Performance Analysis — VAIOS | Vayu Technical Report

The performance of VAIOS was evaluated using a comprehensive benchmark suite executed on 5 March 2026. The benchmarks were designed to assess the behavior of key subsystems including task scheduling, inter-task communication, memory management, floating-point computation, and DMA-based data transfer. All tests were conducted on an STM32F401RE (Cortex-M4) platform with a 1 ms system tick.

The benchmark suite covered a total of 14 test cases spanning multiple subsystems, all of which completed successfully without errors, timeouts, or failures. The results demonstrate stable operation under both isolated and concurrent workloads.

Performance benchmarks for VAIOS subsystems on STM32F401RE. The results demonstrate efficient kernel execution and high computational throughput using the hardware FPU.

Experimental Platform

The benchmarks were conducted on a Nucleo-F401RE development board. The configuration details are summarized in Table 6.1.

Experimental platform configuration for VAIOS performance characterization.
Field	Value
Board	STM32F401RE (Nucleo-64)
CPU	Cortex-M4 @ 84 MHz
FPU	Enabled (hard-float ABI)
DMA	Enabled (UART logging)
SysTick	1 ms period
Build	Release (-O2)

Benchmark Summary

A comprehensive benchmark suite was executed on 5 March 2026 to evaluate the system’s performance across five critical sub-domains. The tests were performed on an STM32F401RE platform running at 84 MHz.

VAIOS Benchmark Results Summary. All 14 tests passed, demonstrating robust subsystem integration and performance.
Benchmark	Status	Duration	Throughput
FPU: `sinf` throughput	PASS	4 ms	250,000 ops/s
FPU: `sqrtf` throughput	PASS	3 ms	333,333 ops/s
FPU: multi-task context-save	PASS	4 ms	250,000 ops/s
DMA: Memory-to-Memory (Looped)	PASS	20 ms	$\sim$ 2,000 KB/s
DMA: Concurrent Streams	PASS	21 ms	$\sim$ 1,904 KB/s
TASK: Context switch rate	PASS	212 ms	3,773 sw/s
TASK: Priority preemption	PASS	65 ms	Verified
TASK: Delay accuracy	PASS	101 ms	1% Error
IPC: Semaphore ping-pong	PASS	31 ms	32,258 trips/s
IPC: Mutex shared counter	PASS	69 ms	Verified
MEM: Alloc/free throughput	PASS	97 ms	6,185 ops/s
MEM: Fragmentation resilience	PASS	—	Coalesced
STRESS: All subsystems concurrent	PASS	8,004 ms	Verified

Aggregate memory allocation latency for varying workload sizes (Small: 1000 $\times$ 32B, Medium: 500 $\times$ 128B, Large: 100 $\times$ 1024B).
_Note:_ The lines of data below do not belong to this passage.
import { readdir, readFile } from 'node:fs/promises'
import { join } from 'node:path'
import { parse } from 'yaml'
import { z } from 'zod'
import { faultOf } from '../faults/catalogue.ts'
import { InputFault } from '../faults/fault.ts'
import { readOwnWords } from './own-words.ts'
import { createWords } from './words.ts'
import type { Words } from './words.ts'

const catalogue = z.record(z.string().regex(/^[a-z0-9_-]+$/i), z.string())

/**
 * Read the catalogue of a locale's language, `FOLDER/LANGUAGE.yaml`; the region only decides how figures are written (`de-AT`, `pt-PT`).
 *
 * @param own - the account's words.yaml: its text, and how faults name it
 * @param asked - where the locale is named
 * @throws {InputFault} `language-unknown` where there is no such catalogue, `words-invalid` where it is no list of ICU messages, and what is wrong in the account's own
 */
export async function loadWords(folder: string, locale: string, own?: { readonly place: string, readonly text: string }, asked = 'account.yaml locale'): Promise<Words> {
  const { language } = new Intl.Locale(locale)
  const place = `templates/words/${language}.yaml`
  const languages = await languagesIn(folder)
  if (!languages.includes(language)) throw new InputFault([faultOf('language-unknown', asked, { locale, languages })])
  const messages = parsed(await readFile(join(folder, `${language}.yaml`), 'utf8'), place)
  const house = created(place, () => createWords(messages, language, locale))
  if (own === undefined) return house
  const mine = readOwnWords(own, house)
  return createWords({ ...messages, ...mine.messages }, language, locale, mine)
}

/** Languages that have a catalogue, sorted. */
export async function languagesIn(folder: string): Promise<readonly string[]> {
  const files = await readdir(folder)
  return files.filter((file) => file.endsWith('.yaml')).map((file) => file.replace(/\.yaml$/, '')).sort()
}

function parsed(text: string, place: string): Readonly<Record<string, string>> {
  return created(place, () => catalogue.parse(parse(text)))
}

function created<T>(place: string, make: () => T): T {
  try {
    return make()
  } catch (error) {
    throw new InputFault([faultOf('words-invalid', place, { reason: error instanceof Error ? error.message : String(error) })])
  }
}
The linear search time is proportional to the total heap traversal depth.

Task Scheduling: The scheduler achieved a context switch rate of approximately 3,773 switches per second under release build conditions at 84 MHz. This translates to approximately 22,000 clock cycles per context switch, including PendSV overhead and scheduler logic. Delay accuracy was measured with a 1% error margin (101 ms measured for a 100 ms requested delay), which is the theoretical limit for a 1 ms system tick.

Computational Performance: The hardware FPU demonstrates high efficiency, with sqrtf outperforming sinf by approximately 33%, consistent with the hardware-accelerated square root instruction set. Multi-tasking tests verified the FPU context preservation logic, with lazy stacking ensuring that only active FPU-using tasks incur the register save/restore overhead.

Subsystem Reliability: A 3,000 ms high-contention stress test successfully executed 200 DMA transfers, 6,902 semaphore trips, and numerous memory operations concurrently. Zero allocation failures and zero data corruption incidents were observed, confirming kernel stability under high-load autonomous flight scenarios. Significant reliability fixes were implemented during benchmarking, including a bounded spin-wait in the logging subsystem and optimized DMA flag clearing sequences to prevent spurious interrupts.